Exercise:

  • Write down all the types of testing you do.
  • Now write down all the types of testing you think you should be doing.

Chances are you have more in the second list than the first and you probably feel bad about it.

I didn’t say what I meant by type, but who cares? I’d hazard a guess you have put about 5 - 10 things in the first list and nearer 20 in the second.

At Starling Bank, we do continuous delivery of our platform, trusting automated tests to verify that our software is safe to deploy. Virtually all these automated tests are run in one of two contexts: “unit tests” and “integration tests”.

Any time anything goes wrong (a bug!) an engineer devises a way to test it automatically and it goes into one of those two contexts. So we lazily call it a unit test or an integration test.

Of course there are many more “types” of test we’re doing than this. Doing lots of different types of testing is important. But keeping the number of “ways” we run tests small is also important. Maintaining automated test suites is often as hard as, if not harder than, maintaining the software under test, so it’s worthwhile keeping the approach simple - especially when you’re trying to achieve much (i.e. build a bank) with comparatively modest resources (i.e. head count).

  • We have two “places” to look to ensure we’re verifying the properties we care about.
  • We have only two execution frameworks to understand and two sets of utility code

Probably “intra-service” and “trans-service” would better describe the set up, apart from our more traditional naming embodies a useful reminder to keep tests as small, focussed and orthogonal as possible (“unit”) and use more expensive tests only when required (“integration”).

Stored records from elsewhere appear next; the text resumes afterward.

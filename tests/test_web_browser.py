"""The counter page in a real browser (headless Chromium through Playwright), served by
``firstride serve``'s own server on a free loopback port: a sample build typed in field by
field and one uploaded, each reviewed to its verdict; an invalid value shown at its field; rows
added and removed; nothing fetched from elsewhere; screenshots kept with the test's files."""

from __future__ import annotations

import os
import re
import shutil
import threading
import tomllib
from pathlib import Path

import pytest

from .conftest import SAMPLES

pytest.importorskip("flask")
CHROMIUM = shutil.which("chromium") or shutil.which("chromium-browser")
pytestmark = pytest.mark.skipif(
    CHROMIUM is None, reason="Debian's chromium is not installed (apt-get install chromium)"
)


@pytest.fixture(scope="module")
def server():
    from werkzeug.serving import make_server

    from reviewer.session import open_session
    from reviewer.web.app import create_app
    from reviewer.web.counter import Counter
    from reviewer.web.server import QuietHandler

    app = create_app(Counter(open_session()))
    running = make_server("127.0.0.1", 0, app, threaded=True, request_handler=QuietHandler)
    thread = threading.Thread(target=running.serve_forever, daemon=True)
    thread.start()
    yield f"http://127.0.0.1:{running.server_port}"
    running.shutdown()
    thread.join(timeout=10)
    running.server_close()


@pytest.fixture(scope="module")
def browser():
    sync_api = pytest.importorskip("playwright.sync_api")
    with sync_api.sync_playwright() as playwright:
        launched = playwright.chromium.launch(executable_path=CHROMIUM, args=["--no-sandbox"])
        yield launched
        launched.close()


@pytest.fixture
def page(browser, server):
    opened = browser.new_page(viewport={"width": 1100, "height": 900})
    requests: list[str] = []
    opened.on("request", lambda request: requests.append(request.url))
    opened.goto(server + "/")
    opened.requests = requests  # type: ignore[attr-defined]
    yield opened
    opened.close()


def _keep(page, path: Path) -> None:
    """A screenshot into the test's folder, and into $FIRSTRIDE_ARTEFACTS when that is set."""
    page.screenshot(path=str(path), full_page=False)
    folder = os.environ.get("FIRSTRIDE_ARTEFACTS")
    if folder:
        Path(folder).mkdir(parents=True, exist_ok=True)
        shutil.copyfile(path, Path(folder) / f"web-{path.name}")


def _open_section(page, name: str) -> None:
    section = page.locator(f"details.section:has([name='{name}'])").first
    if section.get_attribute("open") is None:
        section.locator("summary").first.click()


def _fill(page, name: str, value: str) -> None:
    field = page.locator(f"[name='{name}']")
    if field.count() == 0:  # a later row: add it as a user would, with the group's button
        group = name[: name.rfind("[")]
        page.locator(f"[data-add='{_group_id(group)}']").click()
    _open_section(page, name)
    if field.evaluate("e => e.tagName") == "SELECT":
        field.select_option(value)
    else:
        field.fill(value)


def _group_id(path: str) -> str:
    from reviewer.web.views import dom_id

    return dom_id(path) + "-rows"


def test_a_sample_typed_in_field_by_field_reviews_to_its_verdict(page, server, tmp_path) -> None:
    from reviewer.web.form_data import form_values
    from reviewer.web.schema_form import build_form_shape

    sample = SAMPLES / "quayside-commuter.toml"
    values = form_values(tomllib.loads(sample.read_text(encoding="utf-8")), build_form_shape())
    for name, value in values.items():
        _fill(page, name, value)
    _keep(page, tmp_path / "form-filled.png")
    page.locator("button.main").click()
    page.wait_for_selector(".verdict")
    assert page.locator(".verdict").first.text_content() == "Verdict: GO"
    assert page.locator(".counter-bar").is_visible()
    shot = tmp_path / "review.png"
    _keep(page, shot)
    assert shot.read_bytes()[:8] == b"\x89PNG\r\n\x1a\n" and shot.stat().st_size > 10_000
    assert all(url.startswith(server) for url in page.requests)  # nothing from elsewhere


def test_an_uploaded_sample_fills_the_form_and_reviews_to_its_verdict(page, server) -> None:
    page.set_input_files("input[name=build_file]", str(SAMPLES / "allotment-cargo-trike.toml"))
    page.get_by_role("button", name="Fill the form from it").click()
    page.wait_for_selector("[role=status]")
    assert page.locator("[name='vehicle.name']").input_value() == "Allotment Cargo Trike"
    page.locator("button.main").click()
    page.wait_for_selector(".verdict")
    assert page.locator(".verdict").first.text_content() == "Verdict: NO-GO"
    with page.expect_download() as download:
        page.get_by_role("button", name="build file (TOML)").click()
    assert download.value.suggested_filename == "allotment-cargo-trike.toml"
    assert all(url.startswith(server) for url in page.requests)


def test_an_invalid_value_shows_its_message_at_its_field(page, tmp_path) -> None:
    _fill(page, "vehicle.name", "Yard Kart")
    _fill(page, "vehicle.kind", "kart")
    _fill(page, "battery.chemistry", "lifepo4")
    _fill(page, "battery.cells_series", "seven")
    _fill(page, "riders[0].name", "Ash")
    _fill(page, "riders[0].class", "adult")
    _fill(page, "riders[0].mass", "80 V")
    page.locator("button.main").click()
    page.wait_for_selector("#problems")
    at_cells = page.locator(".field:has([name='battery.cells_series']) .error")
    assert at_cells.is_visible() and "integer" in at_cells.text_content()
    at_mass = page.locator(".field:has([name='riders[0].mass']) .error")
    assert at_mass.is_visible() and re.search(r"mass|kg", at_mass.text_content())
    assert page.locator("[name='battery.cells_series']").input_value() == "seven"
    assert page.locator("[name='battery.cells_series']").get_attribute("aria-invalid") == "true"
    page.locator("#problems a").first.click()  # the list at the top links to the field
    shot = tmp_path / "invalid-value.png"
    _keep(page, shot)
    assert shot.stat().st_size > 10_000


def test_rows_are_added_and_removed(page) -> None:
    _open_section(page, "wires[0].name")
    add = page.locator(f"[data-add='{_group_id('wires')}']")
    add.click()
    add.click()
    assert page.locator("[name='wires[2].name']").count() == 1
    legends = page.locator("#f-wires-rows > .rows > fieldset > legend .row-number")
    assert legends.all_text_contents() == ["1", "2", "3"]
    page.locator("#f-wires-1-").get_by_role("button", name="Remove this one").click()
    assert page.locator("[name='wires[1].name']").count() == 0
    assert legends.all_text_contents() == ["1", "2"]
    _fill(page, "vehicle.name", "Yard Kart")
    _fill(page, "vehicle.kind", "kart")
    _fill(page, "wires[2].name", "pack lead")
    _fill(page, "wires[2].circuit", "battery")
    page.locator("button.main").click()
    page.wait_for_selector("#problems")
    # the written file's wires[0] is the form's third row: the error lands there
    assert page.locator(".field:has([name='wires[2].length']) .error").is_visible()


def test_the_first_row_of_each_group_submits_without_script(browser, server) -> None:
    context = browser.new_context(java_script_enabled=False)
    page = context.new_page()
    page.goto(server + "/")
    assert page.locator("[data-add]").first.is_hidden()  # no script: no add buttons
    page.locator("details.section:has([name='riders[0].name']) summary").click()
    for name, value in (("vehicle.name", "Yard Kart"), ("riders[0].name", "Ash")):
        page.locator(f"[name='{name}']").fill(value)
    page.locator("[name='vehicle.kind']").select_option("kart")
    page.locator("[name='riders[0].class']").select_option("adult")
    page.locator("[name='riders[0].mass']").fill("70 kg")
    page.locator("button.main").click()
    page.wait_for_selector(".verdict")
    assert page.locator(".verdict").first.text_content() == "Verdict: INCOMPLETE"
    context.close()


def test_screenshots_are_kept(tmp_path_factory) -> None:
    kept = Path(tmp_path_factory.getbasetemp())
    assert list(kept.rglob("review.png")) and list(kept.rglob("invalid-value.png"))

Always look to get the best power-to-weight ratio out of your investment in testing. Test everything at the cheapest level possible and only there. This applies not just in the back-end but also in more specialised contexts like Android and iOSs project where you can test code both in and out of emulators.

Now that’s not all. Around the fringes of pure automation are a variety of areas where automation behaves more like power-assistance than automated regression, for example in high maintenance test types like Appium UI tests or Gatling load tests. Sometimes these are used on an ad hoc basis to answer specific business needs (can we verify we’re still supporting obsolescent UI usages while we evolve?) or technical concerns (how many transactions a second can we hit and still meet SLOs?).

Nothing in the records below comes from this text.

"""Compiled templates kept between runs: the same output, and never a reason to fail."""

from __future__ import annotations

import os
import subprocess
import sys
from pathlib import Path

import jinja2
import pytest

from reviewer import report, template_cache
from reviewer.engine import Review
from reviewer.session import review_file
from reviewer.template_cache import TemplateCache, bytecode_cache, settings_key

from .conftest import SAMPLES

TEMPLATE = "review.md.j2"


def _environment(cache: jinja2.BytecodeCache | None, **changed: bool) -> jinja2.Environment:
    """An environment like the report's own, with the cache (or none) and settings given."""
    folder = report.template_folder()
    settings = {"trim_blocks": True, "lstrip_blocks": True, **changed}
    env = jinja2.Environment(
        loader=jinja2.FunctionLoader(lambda name: folder.joinpath(name).read_text("utf-8")),
        bytecode_cache=cache,
        finalize=report.markdown_text,
        keep_trailing_newline=True,
        undefined=jinja2.StrictUndefined,
        **settings,
    )
    env.filters.update(report.environment().filters)
    return env


@pytest.fixture(scope="module")
def result() -> Review:
    return review_file(SAMPLES / "quayside-commuter.toml")


def _render(result: Review, env: jinja2.Environment, monkeypatch: pytest.MonkeyPatch) -> str:
    monkeypatch.setattr(report, "environment", lambda: env)
    return report.render_markdown(result)


def test_cached_template_renders_the_same_bytes(tmp_path: Path, result, monkeypatch) -> None:
    expected = _render(result, _environment(None), monkeypatch)
    first = _render(result, _environment(bytecode_cache(tmp_path)), monkeypatch)
    assert list(tmp_path.glob("*.cache"))  # compiled once and stored
    second = _render(result, _environment(bytecode_cache(tmp_path)), monkeypatch)  # from file
    assert first == second == expected


def test_stored_code_is_used_on_the_next_load(tmp_path: Path, monkeypatch) -> None:
    _environment(bytecode_cache(tmp_path)).get_template(TEMPLATE)
    compiled: list[object] = []
    original = jinja2.Environment.compile

    def counting(self, *args, **kwargs):  # type: ignore[no-untyped-def]
        compiled.append(args)
        return original(self, *args, **kwargs)

    monkeypatch.setattr(jinja2.Environment, "compile", counting)
    _environment(bytecode_cache(tmp_path)).get_template(TEMPLATE)
    assert compiled == []
    _environment(None).get_template(TEMPLATE)
    assert len(compiled) == 1  # the counter does count: without the cache it compiles


def test_other_settings_never_share_compiled_code(tmp_path: Path, result, monkeypatch) -> None:
    plain = _environment(bytecode_cache(tmp_path))
    other = _environment(bytecode_cache(tmp_path), trim_blocks=False)
    assert settings_key(plain) != settings_key(other)
    plain.get_template(TEMPLATE)
    expected = _render(result, _environment(None, trim_blocks=False), monkeypatch)
    assert _render(result, other, monkeypatch) == expected
    assert len(list(tmp_path.glob("*.cache"))) == 2


def test_edited_template_is_compiled_afresh(tmp_path: Path) -> None:
    sources = {"t.j2": "one {{ x }}"}
    loader = jinja2.FunctionLoader(sources.get)
    env = jinja2.Environment(loader=loader, bytecode_cache=bytecode_cache(tmp_path))
    assert env.get_template("t.j2").render(x=1) == "one 1"
    sources["t.j2"] = "two {{ x }}"
    fresh = jinja2.Environment(loader=loader, bytecode_cache=bytecode_cache(tmp_path))
    assert fresh.get_template("t.j2").render(x=1) == "two 1"


def test_damaged_cache_file_is_compiled_over(tmp_path: Path, result, monkeypatch) -> None:
    _environment(bytecode_cache(tmp_path)).get_template(TEMPLATE)
    (stored,) = tmp_path.glob("*.cache")
    stored.write_bytes(stored.read_bytes()[:40] + b"\x00not a pickle or marshal stream")
    expected = _render(result, _environment(None), monkeypatch)
    assert _render(result, _environment(bytecode_cache(tmp_path)), monkeypatch) == expected


def test_unwritable_folder_means_no_cache(tmp_path: Path, monkeypatch) -> None:
    monkeypatch.setattr(template_cache.os, "access", lambda path, mode: False)
    assert bytecode_cache(tmp_path) is None


def test_folder_others_may_write_to_means_no_cache(tmp_path: Path) -> None:
    shared = tmp_path / "shared"
    shared.mkdir()
    shared.chmod(0o777)
    assert bytecode_cache(shared) is None
    shared.chmod(0o700)
    assert bytecode_cache(shared) is not None


def test_folder_that_cannot_be_made_means_no_cache(tmp_path: Path) -> None:
    blocker = tmp_path / "a-file"
    blocker.write_text("not a folder")
    assert bytecode_cache(blocker / "templates") is None
    assert bytecode_cache(blocker) is None


def test_failing_write_is_ignored(tmp_path: Path, result, monkeypatch) -> None:
    cache = TemplateCache(str(tmp_path / "gone"))  # its folder does not exist: writes fail
    expected = _render(result, _environment(None), monkeypatch)
    assert _render(result, _environment(cache), monkeypatch) == expected
    assert not (tmp_path / "gone").exists()


def test_no_platformdirs_means_no_cache(monkeypatch) -> None:
    monkeypatch.setitem(sys.modules, "platformdirs", None)  # the import fails
    assert template_cache.default_folder() is None
    assert bytecode_cache() is None


def test_default_folder_is_the_users_cache(monkeypatch, tmp_path: Path) -> None:
    monkeypatch.setenv("XDG_CACHE_HOME", str(tmp_path))
    folder = template_cache.default_folder()
    assert folder is not None and folder.is_relative_to(tmp_path)
    assert bytecode_cache() is not None and folder.is_dir()


def test_review_is_the_same_without_a_usable_cache_folder(tmp_path: Path) -> None:
    """A home whose cache folder cannot be made (here: a file stands in its way) costs speed,
    never the review: pint's definitions and the templates are then compiled afresh."""
    blocker = tmp_path / "not-a-folder"
    blocker.write_text("x")
    build = SAMPLES / "quayside-commuter.toml"
    outputs = []
    for cache_home in (str(tmp_path / "cache"), str(blocker)):
        env = {**os.environ, "XDG_CACHE_HOME": cache_home}
        done = subprocess.run(
            [sys.executable, "-m", "reviewer", "review", str(build)],
            env=env,
            capture_output=True,
            text=True,
            check=False,
        )
        assert done.returncode == 0, done.stderr
        outputs.append(done.stdout)
    assert outputs[0] == outputs[1]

It’s clearly valuable to have these become fully automated (non-interactive) test suites as well but the value must not be eclipsed by the incremental complication and overhead of increasing the number of ways of testing. And it’s an organisational question how well you can manage that - perhaps instituting a new type of automated test would actually require changes to organisation - exotic animals need specialised zoo-keepers to tend to them.

More often the most effective way to distil the ongoing value from endeavours like this is to cannibalise them, take parts of particular value and incorporate them into your existing test regimes and technologies.